(Data extracted from a collection)

import type { Result, ResultPathPoint } from '@tallystone/contracts/result/types';
import { significant, fixed } from '../number-texts';
import type { Sheet } from '../page/sheet';
import type { Box } from '../page/table';
import { colour } from '../tokens';
import { linearScale, logScale, logTicks, Plot, roundTicks, tickDecimals, type Scale } from './plot';

const devianceHeight = 96;
const coefficientHeight = 150;
const strokeRow = 9.5;
export const mostRows = 36;
const gutter = 92;

/** A characteristic's place on the path: one line per coefficient, the first penalty at which any is not zero. */
interface Trace {
  column: string;
  label: string;
  kept: boolean;
  lines: number[][];
  entersAt: number;
}

/** Own entries alone: a column may be called as something that every object has. */
const coefficientsAt = ({ coefficients }: ResultPathPoint, column: string): number[] =>
  Object.hasOwn(coefficients, column) ? [coefficients[column]].flat() : [0];

function traces(result: Result, label: (column: string) => string): Trace[] {
  const keptNow = result.path.reduce<ResultPathPoint | null>(
    (best, point) =>
      best === null || Math.abs(point.lambda - result.lambda) < Math.abs(best.lambda - result.lambda) ? point : best,
    null,
  );
  return result.characteristics
    .map(({ column }) => {
      const values = result.path.map((point) => coefficientsAt(point, column));
      const width = Math.max(1, ...values.map((entry) => entry.length));
      const entersAt = values.findIndex((entry) => entry.some((value) => value !== 0));
      return {
        column,
        label: label(column),
        kept: keptNow !== null && coefficientsAt(keptNow, column).some((value) => value !== 0),
        lines: Array.from({ length: width }, (_, place) => values.map((entry) => entry[place] ?? 0)),
        entersAt: entersAt < 0 ? Infinity : entersAt,
      };
    })
    .sort((first, second) => first.entersAt - second.entersAt || Number(second.kept) - Number(first.kept));
}

export function penaltyPathHeight(result: Result): number {
  return devianceHeight + coefficientHeight + 44 + strokeRow * Math.min(mostRows, result.characteristics.length) + 10;
}

/** Deviance, coefficients and a tally of strokes over one penalty axis, strong penalties at the left; one notch at the chosen penalty. */
export function drawPenaltyPath(sheet: Sheet, box: Box, result: Result, label: (column: string) => string): void {
  const plot = new Plot(sheet, box);
  const points = result.path.filter((point) => point.lambda > 0);
  const smallest = Math.min(...points.map((point) => point.lambda));
  const largest = Math.max(...points.map((point) => point.lambda));
  const left = box.x + gutter;
  const right = box.x + box.width - 4;
  const x: Scale = largest > smallest ? logScale(largest, smallest, left, right) : () => (left + right) / 2;

  const devianceTop = box.y + 22;
  const devianceBottom = devianceTop + devianceHeight - 22;
  drawDeviance(plot, result, x, devianceTop, devianceBottom, left);

  const all = traces(result, label);
  const top = devianceBottom + 24;
  const bottom = top + coefficientHeight - 24;
  const values = all.flatMap((trace) => trace.lines.flat());
  const from = Math.min(0, ...values);
  const to = Math.max(0.001, ...values);
  const y = linearScale(from, to, bottom, top);
  plot.label('Coefficient', box.x, top + 4, { strong: true, ink: colour.ink });
  const ticks = roundTicks(from, to, 5);
  plot.leftAxis(left, ticks, y, (value) => fixed(value, tickDecimals(ticks)));
  plot.line(
    [
      [left, y(0)],
      [right, y(0)],
    ],
    colour.ink2,
    0.5,
  );
  for (const kept of [false, true]) {
    for (const trace of all.filter((entry) => entry.kept === kept)) {
      for (const line of trace.lines) {
        const visible = result.path.map((point, index) => [point.lambda, line[index]] as const).filter(([lambda]) => lambda > 0);
        plot.line(
          visible.map(([lambda, value]) => [x(lambda), y(value)] as const),
          kept ? colour.primary : '#A7A59E',
          kept ? 1 : 0.6,
        );
      }
    }
  }

  const rowsTop = bottom + 20;
  const shown = all.slice(0, mostRows);
  shown.forEach((trace, row) => {
    const middle = rowsTop + row * strokeRow + strokeRow / 2;
    const [name] = sheet.measure.lines(trace.label, 'regular', 7, gutter - 8);
    plot.label(name, box.x, middle + 2.4, { ink: trace.kept ? colour.ink : colour.ink2 });
    drawStrokes(plot, trace, result, x, middle);
  });
  const axis = rowsTop + shown.length * strokeRow + 4;
  plot.bottomAxis(
    axis,
    left,
    right,
    logTicks(smallest, largest, largest / smallest > 30 ? [1, 3] : [1, 2, 3, 5, 7]),
    x,
    (value) => significant(value, 2),
  );
  plot.label('Penalty', box.x, axis + 11, { strong: true, ink: colour.ink });
  if (result.lambda > 0)
    plot.notch(
      x(Math.min(largest, Math.max(smallest, result.lambda))),
      box.y,
      axis,
      `chosen: penalty ${significant(result.lambda)}`,
    );
}

function drawStrokes(plot: Plot, trace: Trace, result: Result, x: Scale, middle: number): void {
  let free = -Infinity;
  result.path.forEach((point, index) => {
    const active = trace.lines.some((line) => line[index] !== 0);
    if (point.lambda <= 0 || !active || x(point.lambda) < free) return;
    plot.line(
      [
        [x(point.lambda), middle - 3.2],
        [x(point.lambda), middle + 3.2],
      ],
      trace.kept ? colour.primary : '#A7A59E',
      trace.kept ? 1.2 : 0.9,
    );
    free = x(point.lambda) + 4;
  });
}

function drawDeviance(plot: Plot, result: Result, x: Scale, top: number, bottom: number, left: number): void {
  const { box } = plot;
  plot.label('Deviance', box.x, top + 4, { strong: true, ink: colour.ink });
  const validation = result.crossValidation;
  if (validation === null || validation.lambda.length < 2) {
    plot.label('cross-validation: not evidenced', left + 6, (top + bottom) / 2, { ink: colour.ochreText });
    return;
  }
  plot.label('cross-validated', box.x, top + 13);
  const at = validation.lambda
    .map((lambda, index) => ({ lambda, mean: validation.mean[index], error: validation.standardError[index] }))
    .filter((entry) => entry.lambda > 0);
  const from = Math.min(...at.map((entry) => entry.mean - entry.error));
  const to = Math.max(...at.map((entry) => entry.mean + entry.error));
  const y = linearScale(from, to, bottom, top);
  const ticks = roundTicks(from, to, 4);
  plot.leftAxis(left, ticks, y, (value) => fixed(value, tickDecimals(ticks)));
  const upper = at.map((entry) => [x(entry.lambda), y(entry.mean + entry.error)] as const);
  const lower = at.map((entry) => [x(entry.lambda), y(entry.mean - entry.error)] as const);
  plot.area([...upper, ...lower.reverse()], colour.sunk);
  plot.line(
    at.map((entry) => [x(entry.lambda), y(entry.mean)] as const),
    colour.ink,
    1.2,
  );
  const mark = (index: number, text: string, height: number): void => {
    const lambda = validation.lambda[index];
    if (lambda === undefined || lambda <= 0) return;
    plot.line(
      [
        [x(lambda), top],
        [x(lambda), bottom],
      ],
      colour.ink2,
      0.7,
      1.5,
    );
    const room = box.x + box.width - x(lambda) > plot.sheet.measure.width(text, 'regular', 7) + 6;
    plot.label(text, room ? x(lambda) + 4 : x(lambda) - 4, top + height, { align: room ? 'left' : 'right' });
  };
  mark(validation.minimum, 'smallest deviance', 6);
  mark(validation.oneStandardError, 'one standard error', 16);
}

Goal of the exercise =
Wherever the string "return" appears in a line of the records, copy that line.

Answer space =
  return result.characteristics
      return {
  return devianceHeight + coefficientHeight + 44 + strokeRow * Math.min(mostRows, result.characteristics.length) + 10;
    if (point.lambda <= 0 || !active || x(point.lambda) < free) return;
    return;
    if (lambda === undefined || lambda <= 0) return;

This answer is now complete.